Coupled system of linear second order differential equations I desperately need to solve a coupled system of linear second order differential equations of the form:
$$x''+ax'+bx-cy'-dy=0$$
$$y''+ay'+by+cx'+dx=0$$
where both "x" and "y" are functions of time and {a,b,c,d} are constants, I need a method other than that of Laplace transform, any suggestions?
Edit: Is it possible to solve this system by means of "matrix exponential"?
Is there any textbook on differential equations that covers solving this sort of systems?
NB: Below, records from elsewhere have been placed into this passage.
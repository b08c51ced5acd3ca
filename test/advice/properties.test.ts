import fc from 'fast-check';
import { expect, test } from 'vitest';
import { type AdviceMount, advise, DOUBT_SKIES } from '../../src/advice/index.ts';
import { mount, study, tracker } from './invented.ts';

const price = fc.double({ min: 0.05, max: 0.4, noNaN: true });
const energy = fc.double({ min: 800, max: 2600, noNaN: true });
const prices = fc.tuple(price, price, price);
const energies = fc.tuple(energy, energy, energy);
/** A ground rack first, as the reference, then one to three trackers. */
const mounts = fc
  .array(fc.record({ cost: prices, energy: energies, incomplete: fc.boolean(), downtime: fc.boolean() }), {
    minLength: 2,
    maxLength: 4,
  })
  .map((list) =>
    list.map(({ cost, energy: kwh, incomplete, downtime }, i) =>
      (i === 0 ? mount : tracker)({
        id: `m${i}`,
        cost,
        energy: kwh,
        cost_incomplete: incomplete,
        downtime_blank: i > 0 && downtime,
      }),
    ),
  );
const inMoney = (m: AdviceMount, k: number): AdviceMount => ({
  ...m,
  lcoe_per_kwh: (m.lcoe_per_kwh ?? Number.NaN) * k,
  by_sky: Object.fromEntries(
    Object.entries(m.by_sky).map(([sky, x]) => [
      sky,
      { ...x, lcoe_per_kwh: (x.lcoe_per_kwh ?? Number.NaN) * k },
    ]),
  ) as AdviceMount['by_sky'],
});

test('another currency changes neither the choice nor the confidence', () => {
  fc.assert(
    // powers of two keep the arithmetic exact, so that a lead at the very edge of the doubt stays there
    fc.property(mounts, fc.integer({ min: -8, max: 8 }), (list, power) => {
      const [a, b] = [advise(study(list)), advise(study(list.map((m) => inMoney(m, 2 ** power))))];
      expect([b.choice, b.confidence]).toEqual([a.choice, a.confidence]);
    }),
  );
});

test('a mount that is worse under every sky than another never changes the choice', () => {
  fc.assert(
    fc.property(mounts, fc.double({ min: 1.01, max: 3, noNaN: true }), (list, k) => {
      const dominated = { ...inMoney(list[0], k), id: 'dominated' };
      expect(advise(study([...list, dominated])).choice).toBe(advise(study(list)).choice);
    }),
  );
});

test('the doubt between two mounts is the same whichever is chosen, and is half the range by hand', () => {
  fc.assert(
    fc.property(prices, prices, (a, b) => {
      const [x, y] = [mount({ id: 'x', cost: a }), mount({ id: 'y', cost: b })];
      const { leads } = advise(study([x, y]));
      const swapped = advise(study([y, x])).leads;
      const differences = DOUBT_SKIES.map((_, i) => a[i] - b[i]).sort((p, q) => p - q);
      expect(leads[0].doubt).toBeCloseTo((differences[2] - differences[0]) / 2, 12);
      expect(swapped[0].doubt).toBeCloseTo(leads[0].doubt, 12);
    }),
  );
});

test('the isotropic sky never moves choice, lead or doubt', () => {
  fc.assert(
    fc.property(mounts, price, (list, cost) => {
      const moved = list.map((m) => ({
        ...m,
        by_sky: { ...m.by_sky, isotropic: { ...m.by_sky.isotropic, lcoe_per_kwh: cost } },
      }));
      expect(advise(study(moved)).leads).toEqual(advise(study(list)).leads);
    }),
  );
});

test('the chosen mount has the lowest cost, every lead is positive or nil, and no cap leaves a lead clear', () => {
  let leadsSeen = 0;
  fc.assert(
    fc.property(mounts, (list) => {
      const result = advise(study(list));
      const chosen = list.find((m) => m.id === result.choice) as AdviceMount;
      expect(chosen.lcoe_per_kwh).toBe(Math.min(...list.map((m) => m.lcoe_per_kwh ?? Number.NaN)));
      expect(result.leads).toHaveLength(list.length - 1);
      for (const lead of result.leads) {
        leadsSeen++;
        expect(lead.lead).toBeGreaterThanOrEqual(0);
        const other = list.find((m) => m.id === lead.over) as AdviceMount;
        if (chosen.cost_incomplete || other.cost_incomplete || chosen.downtime_blank)
          expect(lead.confidence).not.toBe('clear');
      }
    }),
  );
  expect(leadsSeen).toBeGreaterThan(100);
});

test('a blocked study never chooses, and the input is left as it was', () => {
  const block = { code: 'closure', severity: 'block', text: 'It does not close.', fix: '' } as const;
  fc.assert(
    fc.property(mounts, (list) => {
      const input = study(list, { findings: [block] });
      const before = structuredClone(input);
      const result = advise(input);
      expect([result.choice, result.confidence, result.leads, result.switch_points]).toEqual([
        null,
        null,
        [],
        [],
      ]);
      expect(input).toEqual(before);
    }),
  );
});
 A: The most general approach to these problems is to write your system as a four dimensional first order ODE system:
\begin{align}
 x' &= \xi\\
 \xi' &= - b x - a \xi +d y + c \eta\\
 y ' &= \eta\\
 \eta' &= -d x -c \xi -b y -a \eta
\end{align}
which can be written in matrix form
\begin{equation}
\mathbf{x}' = A\, \mathbf{x}
\end{equation}
with
\begin{equation}
 \mathbf{x} = \begin{pmatrix} x \\ \xi \\ y \\ \eta \end{pmatrix}\qquad \text{and} \qquad A = \begin{pmatrix} 0 & 1 & 0 & 0 \\ -b & -a & d & c \\ 0 & 0 & 0 & 1 \\ -d & -c & -b & -a \end{pmatrix}.
\end{equation}
Surprisingly, the eigenvalues of this matrix are not particularly hard to find, as are the eigenvectors. The general solution to the above system is then of the form
\begin{equation}
 \mathbf{x}(t) = c_1 e^{\lambda_1 t}\mathbf{x}_1 + c_2 e^{\lambda_2 t}\mathbf{x}_2 + c_3 e^{\lambda_3 t}\mathbf{x}_3 + c_4 e^{\lambda_4 t}\mathbf{x}_4,
\end{equation}
where $\lambda_{1,2,3,4}$ are the eigenvalues of the matrix $A$ and $\mathbf{x}_{1,2,3,4}$ are the associated eigenvectors. The constants $c_{1,2,3,4}$ are determined by the initial conditions.
As for your question for a literature reference: I can't imagine a textbook on differential equations not treating the above approach, so pick your favourite.